Picture this. You walk into a boardroom. You are one of the first few people to arrive. You grab a seat. Where do you sit?
As more people arrive, one by one they take up their positions. Look around that room. Men and women take their seats. What do you notice?
I was inspired by Sheryl Sandberg’s TED Talk again today (thank you to my facebook friend, Lori Collerman, who reposted it). Before I say anything, I’ll be very clear. I’m not interested in the “us versus them” war between men and women. What I AM interested in, is people who recognize the challenges they personally face and grow into the best versions of themselves to overcome those challenges. THAT is what today’s article is about … and really, this entire blog and upcoming book.
“Sit at the table”… It’s very uncomfortable at first. Both men and women size you up. When you are the first to arrive, others will take up their seat based on how they perceive you … and then they’ll continue to size up whether you belong in the seat you took. When you are one of the last to arrive, so you can slide into whatever seat is available, you face a sea of eyes that quickly take you in and rate your value in the room.
It’s unconscious. It’s instinctive. It’s life.
Is it right? Is it fair? That doesn’t matter. What matters is how you continue to show up in everything you say and do from that moment forward.
Do you shrink in your chair, cross your legs, fold your hands together or grip your notebook and pen for security? Do you breathe … seriously! Check your pulse! If you are all folded up and small, you are not breathing properly. The deeper you breathe, the more equipped your brain will be to handle the room ahead. You are self-sabotaging!
Look at the men. They sit down, expand in their chairs, breathe and survey the room as if to say “Yeah, this is my spot.” Then they look for a chance to make a comment that shows they are not nervous; they belong there.

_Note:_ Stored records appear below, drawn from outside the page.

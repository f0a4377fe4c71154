package millrace.sampledata;

import static org.junit.jupiter.api.Assertions.assertArrayEquals;
import static org.junit.jupiter.api.Assertions.assertEquals;
import static org.junit.jupiter.api.Assertions.assertTrue;

import java.io.IOException;
import java.nio.file.Path;
import java.util.Map;
import millrace.sampledata.write.Packing;
import org.junit.jupiter.api.Test;
import org.junit.jupiter.api.io.TempDir;

/**
 * The small extract in the repository is what the generator makes today; README.md says how to make
 * it again.
 */
final class SmallExtractTest {
  private static final int LARGEST_BYTES = 3_000_000;

  @TempDir private Path temporary;

  @Test
  void generatorStillMakesTheSmallExtract() throws IOException {
    new ExtractGenerator(new GenerationOptions(temporary, 300, 20310401, 2, Packing.GZIP))
        .generate(done -> {});
    assertSame(Path.of("small-extract"), temporary.resolve("extract"));
    assertSame(Path.of("small-extract-truth"), temporary.resolve("truth"));
  }

  @Test
  void smallExtractIsSmallAndOneFileIsNotPacked() throws IOException {
    Map<String, byte[]> files = Folders.bytes(Path.of("small-extract"));
    int sum = files.values().stream().mapToInt(bytes -> bytes.length).sum();
    assertTrue(sum < LARGEST_BYTES, "bytes: " + sum);
    assertEquals(1, files.keySet().stream().filter(name -> name.endsWith(".csv")).count());
  }

  private static void assertSame(Path committed, Path made) throws IOException {
    Map<String, byte[]> expected = Folders.unpacked(committed);
    Map<String, byte[]> actual = Folders.unpacked(made);
    assertEquals(expected.keySet(), actual.keySet());
    expected.forEach((name, bytes) -> assertArrayEquals(bytes, actual.get(name), name));
  }
}
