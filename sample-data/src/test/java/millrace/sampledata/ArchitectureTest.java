package millrace.sampledata;

import static com.tngtech.archunit.lang.syntax.ArchRuleDefinition.noClasses;
import static com.tngtech.archunit.library.dependencies.SlicesRuleDefinition.slices;

import com.tngtech.archunit.core.domain.JavaClasses;
import com.tngtech.archunit.core.importer.ClassFileImporter;
import com.tngtech.archunit.core.importer.ImportOption;
import org.junit.jupiter.api.Test;

/** What the packages may know of. */
final class ArchitectureTest {
  private static final JavaClasses CLASSES =
      new ClassFileImporter()
          .withImportOption(new ImportOption.DoNotIncludeTests())
          .importPackages("millrace.sampledata");

  @Test
  void knowsNoEngineNoFrameworkNoDatabase() {
    noClasses()
        .should()
        .dependOnClassesThat()
        .resideInAnyPackage(
            "org.apache.spark..",
            "org.springframework..",
            "com.vaadin..",
            "java.sql..",
            "javax.sql..",
            "org.duckdb..")
        .check(CLASSES);
  }

  @Test
  void knowsNoOtherModule() {
    noClasses()
        .should()
        .dependOnClassesThat()
        .resideInAnyPackage("millrace.etl..", "millrace.analytics..", "millrace.ui..")
        .check(CLASSES);
  }

  @Test
  void onlyTheMainClassKnowsTheCommandLineLibraryAndTheClock() {
    noClasses()
        .that()
        .doNotHaveSimpleName("SampleDataMain")
        .should()
        .dependOnClassesThat()
        .resideInAPackage("picocli..")
        .orShould()
        .callMethod(System.class, "nanoTime")
        .orShould()
        .callMethod(System.class, "currentTimeMillis")
        .orShould()
        .callMethod(Math.class, "random")
        .check(CLASSES);
  }

  @Test
  void packagesHaveNoCycle() {
    slices().matching("millrace.sampledata.(*)..").should().beFreeOfCycles().check(CLASSES);
  }
}
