fn date(text: &str) -> Result<Date, String> {
    read_date(text).ok_or_else(|| format!("`{text}` is no day of the calendar: write it as 2027-03-01"))
}

/// Runs the program on the arguments of the process, and gives its exit code.
pub fn run() -> u8 {
    let cli = match Cli::try_parse() {
        Ok(cli) => cli,
        Err(error) => {
            let failed = error.use_stderr();
            let _ = error.print();
            return if failed { 2 } else { 0 };
        }
    };
    let result = match cli.command {
        Command::Lint(lint) => run_lint(lint),
        Command::Changed(changed) => run_changed(&changed),
        Command::Trace(trace) => run_trace(trace),
        Command::Survey(survey) => run_survey(survey),
        Command::Rules(rules) => run_rules(&rules),
        Command::Init(init) => run_init(init),
        Command::Deck(deck) => run_deck(&deck),
        Command::Schema(page) => run_schema(&page),
        Command::Completions { shell, page } => print(&page, &pages::completions(&mut Cli::command(), shell)),
        Command::Manual(page) => pages::manual(Cli::command()).and_then(|text| print(&page, &text)),
        Command::Serve => serve::serve(io::stdin(), &mut io::stdout().lock()),
    };
    match result {
        Ok(code) => code,
        Err(error) => {
            let _ = writeln!(io::stderr(), "drainwise: {error}");
            2
        }
    }
}

fn job(netlists: Vec<PathBuf>, inputs: &Inputs) -> Job {
    let (decks, top, modes) = (inputs.deck.clone(), inputs.top.clone(), inputs.mode.clone());
    Job { netlists, decks, top, modes, last: true, ..Job::default() }
}
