/// An argument as the vocabulary sees it.
#[derive(Clone, Copy, Debug, PartialEq)]
pub struct ArgType<'a> {
    /// What it stands for; none if it is a bare name that is no value, such as `b` in `tied(b, s)`.
    pub kind: Option<Type>,
    /// Its text if it is a bare name.
    pub name: Option<&'a str>,
    /// Its text if it is in quotes, such as `x` in `param("x")`.
    pub text: Option<&'a str>,
}

/// The names and functions that a rule may use.
pub trait Vocabulary {
    /// What a name stands for; none if there is no such name.
    fn name(&self, name: &str) -> Option<Type>;

    /// What a function's call stands for; none for functions that the vocabulary does not know. `v(iso, s).max` is a call of
    /// `v.max`. The vocabulary is asked before the functions of this module.
    ///
    /// # Errors
    /// Inside: what is wrong with the arguments, in one line.
    fn call(&self, name: &str, args: &[ArgType<'_>]) -> Option<Result<Type, String>> {
        let _ = (name, args);
        None
    }

    /// All names, to offer one for a misspelt one; asked only when something is wrong.
    fn names(&self) -> Vec<String> {
        Vec::new()
    }

    /// All functions' names, for the same.
    fn functions(&self) -> Vec<String> {
        Vec::new()
    }
}

/// What a rule's expression stands for. A bare word that is compared with an attribute of words (`class.kind == nmos`) becomes a
/// [`Node::Text`], so that [`super::evaluate`] compares it.
///
/// # Errors
/// The first mistake in reading order of its operators: an unknown name or function, operands whose dimensions do not go
/// together, a number where a truth value belongs, a word that the attribute cannot be.
pub fn check(expr: &mut Expr, vocabulary: &dyn Vocabulary) -> Result<Type, Fault> {
    let mut checker = Checker { expr, vocabulary, types: Vec::with_capacity(expr.nodes.len()), words: Vec::new() };
    for (at, node) in (0u32..).zip(&expr.nodes) {
        let own = checker.node(at, node)?;
        checker.types.push(own);
    }
    let Some(root) = (expr.nodes.len() as u32).checked_sub(1) else {
        return Err(Fault::new(0..0, "the expression is empty"));
    };
    let known = checker.known(root)?;
    for at in checker.words {
        if let Some(Node::Name(word)) = expr.nodes.get(at as usize) {
            expr.nodes[at as usize] = Node::Text(word.clone());
        }
    }
    Ok(known)
}

#[derive(Clone, Copy, PartialEq)]
enum Found {
    Type(Type),
    /// A literal 0, which goes with every dimension.
    Zero,
    /// A name that the vocabulary does not know: a mistake, unless what is above makes it a word or an argument.
    UnknownName,
}

struct Checker<'a> {
    expr: &'a Expr,
    vocabulary: &'a dyn Vocabulary,
    types: Vec<Found>,
    words: Vec<u32>,
}

const TRUTH_WORDS: [&str; 2] = ["true", "false"];
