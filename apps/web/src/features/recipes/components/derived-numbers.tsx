import { chakra } from '@chakra-ui/react';
import { formatNumber, formatUnit } from '../../../lib/format';
import { derivedLabel, inputWords, isShownFirst } from '../derived-words';
import type { DerivedNumber } from '../recipes.api';

/** Numbers that follow from a step; each opens to its formula, its inputs and its source. */
export function DerivedNumbers({ numbers, label }: { numbers: readonly DerivedNumber[]; label: string }) {
  const first = numbers.filter(isShownFirst);
  const rest = numbers.filter((number) => !isShownFirst(number));
  return (
    <chakra.section aria-label={label}>
      <NumberList numbers={first} />
      {rest.length > 0 && (
        <chakra.details mt="1">
          <chakra.summary py="2" fontSize="sm" color="brand.fg" cursor="pointer">
            {rest.length} more numbers
          </chakra.summary>
          <NumberList numbers={rest} />
        </chakra.details>
      )}
    </chakra.section>
  );
}

function NumberList({ numbers }: { numbers: readonly DerivedNumber[] }) {
  return (
    <chakra.ul fontSize="sm" lineHeight="sm">
      {numbers.map((number) => (
        <chakra.li key={number.key} borderTop="hairline" _first={{ borderTop: 'none' }}>
          <chakra.details>
            <chakra.summary display="flex" justifyContent="space-between" gap="3" py="1.5" cursor="pointer">
              <chakra.span color="fg.muted">{derivedLabel(number.key)}</chakra.span>
              <ShownNumber number={number} />
            </chakra.summary>
            <chakra.p color="fg.muted" pb="2">
              {number.formula}. {inputWords(number.inputs)}Source: {number.source}
            </chakra.p>
          </chakra.details>
          {number.outOfRange !== null && (
            <chakra.p color="straw.fg" pb="1.5">
              Outside the formula’s range: {number.outOfRange}
            </chakra.p>
          )}
        </chakra.li>
      ))}
    </chakra.ul>
  );
}

function ShownNumber({ number: { value, unit, missingBecause } }: { number: DerivedNumber }) {
  if (value === null) {
    return (
      <chakra.span textAlign="right" color="fg.muted">
        not known because {missingBecause}
      </chakra.span>
    );
  }
  return (
    <chakra.b whiteSpace="nowrap">
      {formatNumber(Number(value.toPrecision(3)))}
      {unit !== '1' && <chakra.span fontWeight="normal" color="fg.muted">{`\u00A0${formatUnit(unit)}`}</chakra.span>}
    </chakra.b>
  );
}
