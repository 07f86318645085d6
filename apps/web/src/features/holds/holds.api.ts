import type { components } from '@proofplate/api-client';
import type { SWRResponse } from 'swr';
import { type ProblemError, request } from '../../lib/api';
import { revalidate, useRead } from '../../lib/swr';

export type Hold = components['schemas']['HoldDto'];
export type HoldSubject = { recipeId: string } | { machineId: string };
/** A hold as it stands beside a recipe, a run or an answer. */
export type OpenHold = { id: string; subject: 'recipe' | 'machine'; reason: string; placedBy: string; placedAt?: string };

/** Where a hold can be placed, as people call it: of a recipe the code alone is enough on a button. */
export type HoldSubjects = { recipe?: { id: string; code: string; title: string }; machine?: { id: string; name: string } };
const MOST_OPEN = 100;

/** Every hold of the shop that nobody has released yet. */
export function useOpenHolds(): SWRResponse<{ items: Hold[] }, ProblemError> {
  return useRead<{ items: Hold[] }>('/api/holds', { state: 'open', limit: MOST_OPEN });
}

export function subjectName({ recipe, machine }: HoldSubjects, kind: OpenHold['subject']): string {
  if (kind === 'machine') return machine?.name ?? 'This machine';
  return recipe === undefined ? 'This recipe' : `${recipe.code} ${recipe.title}`;
}

const TOUCHED = ['/api/finder', '/api/runs', '/api/holds', '/api/recipes'];

export async function placeHold(subject: HoldSubject, reason: string, idempotencyKey: string): Promise<void> {
  await request<Hold>('post', '/api/holds', { body: { ...subject, reason }, idempotencyKey });
  await revalidate(...TOUCHED);
}

export async function releaseHold(id: string, reason: string, idempotencyKey: string): Promise<void> {
  await request<Hold>('post', `/api/holds/${id}/release`, { body: { reason }, idempotencyKey });
  await revalidate(...TOUCHED);
}
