import { maySignOwn, signerCautionsCheck, signerChecks, signsForProcess } from './sign-offs.policy';

const REVISION = { createdBy: 'author', editorIds: ['helper'], effectId: 'anneal', sourceKind: 'fibre-mopa' } as const;
const signer = (memberId: string, signsFor: { effectId: string; sourceKind: string }[] | null = null) => ({ memberId, signsFor });

describe('maySignOwn()', () => {
  it('refuses the author and whoever edited the draft, unless the policy allows it', () => {
    expect(maySignOwn({ memberId: 'other' }, REVISION, false)).toBe(true);
    expect(maySignOwn({ memberId: 'author' }, REVISION, false)).toBe(false);
    expect(maySignOwn({ memberId: 'helper' }, REVISION, false)).toBe(false);
    expect(maySignOwn({ memberId: 'author' }, REVISION, true)).toBe(true);
  });
});

describe('signsForProcess()', () => {
  it('holds for all processes unless some are named; effect and source must both fit', () => {
    expect(signsForProcess(signer('lead'), REVISION)).toBe(true);
    expect(signsForProcess(signer('lead', []), REVISION)).toBe(false);
    expect(signsForProcess(signer('lead', [{ effectId: 'anneal', sourceKind: 'co2' }]), REVISION)).toBe(false);
    expect(signsForProcess(signer('lead', [{ effectId: 'anneal', sourceKind: 'fibre-mopa' }]), REVISION)).toBe(true);
  });
});

describe('signerChecks()', () => {
  it('block the approval, not the submission', () => {
    const checks = signerChecks(signer('author', []), REVISION, false);
    expect(checks.map(({ key, passes, blocks }) => [key, passes, blocks])).toEqual([
      ['signer-not-author', false, 'approve'],
      ['signer-process', false, 'approve'],
    ]);
    expect(signerChecks(signer('author'), REVISION, true)[0]).toMatchObject({
      passes: true,
      detail: expect.stringContaining('will say so'),
    });
  });
});

describe('signerCautionsCheck()', () => {
  const cautions = [
    { id: 'a', level: 'care', subject: 'Keep the extraction on.' },
    { id: 'b', level: 'never', subject: 'Do not mark PVC.' },
  ];

  it('wants every care caution; a never caution is nothing to acknowledge', () => {
    expect(signerCautionsCheck(cautions, [])).toMatchObject({ passes: false, detail: expect.stringContaining('Keep the extraction on.') });
    expect(signerCautionsCheck(cautions, ['a'])).toMatchObject({ passes: true });
  });
});
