import { ApiProperty } from '@nestjs/swagger';
import { PageOf } from '../../common/pagination/page';

export class LedgerEventDto {
  @ApiProperty({ description: 'Number of the event in its shop, without gaps' }) seq: number;
  @ApiProperty({ format: 'date-time', description: 'Time of the database' }) at: string;
  @ApiProperty({ type: String, format: 'uuid', nullable: true, description: 'Member who acted; null: the server' }) actorMemberId:
    | string
    | null;
  @ApiProperty({ description: 'Printed name at that moment' }) actorName: string;
  @ApiProperty({ description: 'What happened, such as recipe.submitted' }) action: string;
  @ApiProperty({ description: 'Kind of thing it happened to' }) subjectType: string;
  @ApiProperty({ format: 'uuid' }) subjectId: string;
  @ApiProperty({ type: String, nullable: true, description: 'Code that people read, such as R-0001' }) subjectCode: string | null;
  @ApiProperty({ nullable: true, type: 'object', additionalProperties: true, description: 'Values before' }) before: unknown;
  @ApiProperty({ nullable: true, type: 'object', additionalProperties: true, description: 'Values after' }) after: unknown;
  @ApiProperty({ description: 'Hash of the event before, hexadecimal SHA-256' }) previousHash: string;
  @ApiProperty({ description: 'SHA-256(previousHash ‖ seq ‖ canonical body), hexadecimal' }) hash: string;
}

export class LedgerActorDto {
  @ApiProperty({ format: 'uuid' }) memberId: string;
  @ApiProperty({ description: 'Present printed name' }) name: string;
  @ApiProperty({ description: 'False for somebody who has left the shop' }) isActive: boolean;
}

export class LedgerActorsDto {
  @ApiProperty({ type: [LedgerActorDto], description: 'Everybody who is or was in the shop, by name' }) items: LedgerActorDto[];
}

export class LedgerPageDto extends PageOf(LedgerEventDto) {}

export class LedgerVerificationDto {
  @ApiProperty({ description: 'True when every event fits the one before it and its own content' }) isIntact: boolean;
  @ApiProperty({ description: 'Number of events' }) eventCount: number;
  @ApiProperty({ description: 'Hash of the last event' }) headHash: string;
  @ApiProperty({ type: Number, nullable: true, description: 'First event that does not fit' }) firstBrokenSeq: number | null;
  @ApiProperty({ type: String, nullable: true, enum: ['number missing', 'link broken', 'content changed'] }) reason: string | null;
}
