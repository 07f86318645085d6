import { chakra } from '@chakra-ui/react';
import { Digest } from '../../../components/digest';
import { SignatureLine } from '../../../components/signature-line';
import type { MarkState } from '../../../components/state-mark';
import { useSession } from '../../../lib/session';
import type { SignOff } from '../recipes.api';
import { signatureCaption } from '../signature-words';

const STATE_OF: Record<SignOff['meaning'], MarkState> = {
  'submitted for review': 'inReview',
  recalled: 'returned',
  approved: 'approved',
  returned: 'returned',
  withdrawn: 'withdrawn',
};

/** Who said what, oldest first: name, meaning, time with zone, and the words given with it. */
export function Signatures({ signOffs }: { signOffs: readonly SignOff[] }) {
  const { shop } = useSession();
  if (signOffs.length === 0) return <chakra.p color="fg.muted">Nobody has signed yet.</chakra.p>;
  return (
    <chakra.ul display="grid" gap="3">
      {signOffs.map((signOff) => (
        <li key={signOff.id}>
          <SignatureLine
            name={signOff.printedName}
            state={STATE_OF[signOff.meaning]}
            caption={
              <>
                {signatureCaption(signOff, shop.timeZone)}
                {signOff.comment !== '' && (
                  <chakra.span display="block" color="fg">
                    {signOff.comment}
                  </chakra.span>
                )}
                <Digest value={signOff.contentHash} />
              </>
            }
          />
        </li>
      ))}
    </chakra.ul>
  );
}
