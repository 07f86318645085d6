import { couponLayout } from '@proofplate/imaging';
import { Button, ButtonLink } from '../../../components/button';
import { EmptyState } from '../../../components/empty-state';
import { PlusIcon } from '../../../components/icons';
import { Plate } from '../../../components/plate/plate';
import { formatCount } from '../../../lib/format';
import { paths } from '../../../lib/paths';
import type { FilterToDrop } from '../recipe-filters';

const EMPTY_PLATE = couponLayout({ rows: 5, columns: 6, reference: 'C-0001' });

function PlanACoupon({ kind }: { kind: 'primary' | 'plain' }) {
  return (
    <ButtonLink kind={kind} to={paths.planCoupon} icon={<PlusIcon />}>
      Plan a coupon
    </ButtonLink>
  );
}

/** A shop without recipes: what one is, and the first act. */
export function NoRecipesYet({ mayPlan }: { mayPlan: boolean }) {
  return (
    <EmptyState
      kind="none-yet"
      title="No recipes yet"
      drawing={<Plate layout={EMPTY_PLATE} cells={{}} label="An empty plate" chosen="C4" />}
      actions={
        mayPlan ? (
          <>
            <PlanACoupon kind="primary" />
            <ButtonLink to={paths.newRecipe}>Add a recipe without a coupon</ButtonLink>
          </>
        ) : undefined
      }
      note={
        mayPlan
          ? 'A setting that the shop knows already begins as a draft. Nobody at a machine sees a setting before a lead has signed it.'
          : undefined
      }
    >
      {mayPlan
        ? 'A recipe is a setting that was proved on a coupon and signed by a lead. Mark a coupon, rate its cells, and draft the first recipe from the best one.'
        : 'A recipe is a setting that was proved on a coupon and signed by a lead. As soon as a lead has signed one, it stands here.'}
    </EmptyState>
  );
}

const COUNT_WORDS = ['', 'this', 'both', 'all three', 'all four', 'all five'];

export type NoRecipeMatchesProps = {
  /** Filters and words that are on. */
  activeCount: number;
  toDrop: FilterToDrop | undefined;
  search: string;
  /** Recipes that fit the filters without the words; undefined while that is not known. */
  withoutSearch: number | undefined;
  mayPlan: boolean;
  onDrop: (key: string) => void;
  onDropSearch: () => void;
  onClear: () => void;
};

/** Nothing fits: which filter to drop, and what that yields. */
export function NoRecipeMatches({
  activeCount,
  toDrop,
  search,
  withoutSearch,
  mayPlan,
  onDrop,
  onDropSearch,
  onClear,
}: NoRecipeMatchesProps) {
  const dropsSearch = search !== '' && (withoutSearch ?? 0) > (toDrop?.yields ?? 0);
  return (
    <EmptyState
      kind="none-match"
      title={`No recipe matches ${COUNT_WORDS[activeCount] ?? 'all of them'}`}
      actions={
        <>
          {dropsSearch && (
            <Button kind="primary" onClick={onDropSearch}>
              Drop “{search}”
            </Button>
          )}
          {!dropsSearch && toDrop !== undefined && (
            <Button kind="primary" onClick={() => onDrop(toDrop.key)}>
              Drop {toDrop.label}
            </Button>
          )}
          {!dropsSearch && toDrop === undefined && (
            <Button kind="primary" onClick={onClear}>
              Clear all
            </Button>
          )}
          {mayPlan && <PlanACoupon kind="plain" />}
        </>
      }
    >
      {dropsSearch ? (
        <Yields without={`“${search}”`} count={withoutSearch ?? 0} />
      ) : toDrop === undefined ? (
        'No single filter is to blame: the shop has no recipe near this.'
      ) : (
        <Yields without={toDrop.label} count={toDrop.yields} />
      )}
    </EmptyState>
  );
}

function Yields({ without, count }: { without: string; count: number }) {
  return (
    <>
      Without <b>{without}</b> there {count === 1 ? 'is' : 'are'} {formatCount(count, 'recipe')}.
    </>
  );
}
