import type { SourceKind } from '@proofplate/recipe-model';
import { type ApprovalCheck, check } from '../recipes/approval-check';
import { hasWritten, type Writers } from '../recipes/recipe-revisions.policy';

export type Process = { readonly effectId: string; readonly sourceKind: string };
export type Signer = {
  readonly memberId: string;
  /** Processes that this lead may sign for; null: all of them. */
  readonly signsFor: readonly Process[] | null;
};
export type ToSign = Writers & { readonly effectId: string; readonly sourceKind: SourceKind };

/** Nobody approves what they wrote, unless the shop's policy allows it; then the signature says so. */
export const maySignOwn = (signer: Pick<Signer, 'memberId'>, revision: Writers, authorMaySign: boolean) =>
  authorMaySign || !hasWritten(signer, revision);

/** A lead without named processes signs for all of them. */
export const signsForProcess = ({ signsFor }: Pick<Signer, 'signsFor'>, { effectId, sourceKind }: Process) =>
  signsFor === null || signsFor.some((process) => process.effectId === effectId && process.sourceKind === sourceKind);

/** What an approval needs of whoever signs. */
export function signerChecks(signer: Signer, revision: ToSign, authorMaySign: boolean): ApprovalCheck[] {
  const isOwn = hasWritten(signer, revision);
  return [
    check('signer-not-author', 'Written by somebody else', {
      passes: maySignOwn(signer, revision, authorMaySign),
      found: isOwn
        ? authorMaySign
          ? 'You wrote it, or edited its draft. The policy allows you to sign; the signature will say so.'
          : 'You wrote it, or edited its draft.'
        : 'Somebody else wrote it.',
      wayOut: 'Ask another lead.',
      blocks: 'approve',
    }),
    check('signer-process', 'A process that you sign for', {
      passes: signsForProcess(signer, revision),
      found: signsForProcess(signer, revision) ? 'You sign for this process.' : 'You are not named for this process.',
      wayOut: 'Ask a lead who is, or the owner.',
      blocks: 'approve',
    }),
  ];
}

/** The signer acknowledges each caution anew, with the signature. */
export function signerCautionsCheck(
  cautions: readonly { readonly id: string; readonly level: string; readonly subject: string }[],
  acknowledgedIds: readonly string[],
): ApprovalCheck {
  const open = cautions.filter(({ id, level }) => level === 'care' && !acknowledgedIds.includes(id));
  return check('cautions-signer', 'Cautions acknowledged by the signer', {
    passes: open.length === 0,
    found: open.length === 0 ? 'All acknowledged.' : `Not acknowledged: ${open.map(({ subject }) => subject).join(' ')}`,
    wayOut: 'Read and acknowledge each before you sign.',
    blocks: 'approve',
  });
}
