import { Injectable } from '@nestjs/common';
import type { Actor } from '../common/actor';
import { decodeCursor, type PageQuery, pageOf } from '../common/pagination/page';
import { UnitOfWork } from '../database/unit-of-work';
import { RecipeRevisionsService } from '../recipes/recipe-revisions.service';
import type { SignOffQueueDto } from './dto/sign-off-queue.dto';
import { SignOffsRepository } from './sign-offs.repository';

/** What waits for a signature, oldest first. */
@Injectable()
export class SignOffQueueService {
  constructor(
    private readonly unitOfWork: UnitOfWork,
    private readonly signOffs: SignOffsRepository,
    private readonly revisions: RecipeRevisionsService,
  ) {}

  async list(actor: Actor, { limit, cursor }: PageQuery): Promise<SignOffQueueDto> {
    const [submittedAt, id] = decodeCursor(cursor, ['moment', 'id']) ?? [];
    const after = submittedAt === undefined ? {} : { after: { submittedAt: String(submittedAt), id: String(id) } };
    return this.unitOfWork.read(actor, async (tx) => {
      const rows = await this.signOffs.queue(tx, actor.shopId, { limit: limit + 1, ...after });
      const page = pageOf(rows, limit, { item: (row) => row.id, cursor: (row) => [row.submittedAt, row.id] });
      const items = await this.revisions.listQueued(tx, actor, page.items);
      return { items, nextCursor: page.nextCursor, totalCount: await this.signOffs.countInReview(tx, actor.shopId) };
    });
  }
}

Women who do this might be met with shock from men and glares from women, because it’s not natural. I’m not saying you should imitate men. I’m saying you shouldn’t instinctively shrink.
The same goes for the stage. Here’s how I see women shrink on stage. Even Sheryl did a bit of this in her speech:
- use weak, apologetic language
- keep arms unnaturally close to the body
- do a “cutsie” walk to tell others “I’m not intimidating. I am cute! You should love me!”
- non-committal body language that says “You don’t have to agree with what I’m saying. It’s just a suggestion. Please don’t hate me! I’m really a good person!”
I could carry on, but you get the idea. When you shrink, you say to the world “My opinions don’t matter.”
Here’s my challenge to you:
- Examine your opinions. Know why you have them and be clear about your motivations behind them.
- Value yourself, not as a woman who wants to influence others, but as a human being who wants to make life and/or work better for others.
- Be honest. Do not put on a persona. Do not pretend your opinions don’t matter. Do not sacrifice truth for likeability. Others may not agree with you, but if everyone agreed all the time, no one would be leading.
This post was a little long … I have so much more I could say. I look forward to your comments! Please share this article! Let’s talk!
I gave the most important presentation of my life thus far this past Monday. There were about 15 people in the room and I was one of the middlish people who came in. I didn’t gauge long enough where I should have sat. I will next time. Next month I have an even bigger presentation and will make sure to be aware of it.
Funny that it’s mentioned here Carol, but I am a BIG fan of the Power Pose (check out the power pose TED Talk for more about body language and how it actually affects our physiology!!!!).
When I was sitting at the table, I tried to take up as much room as possible without looking like a slob, but I was doing it for the physiological reasons- there’s another level to this I see and it’s very important. Kick ass article my friend.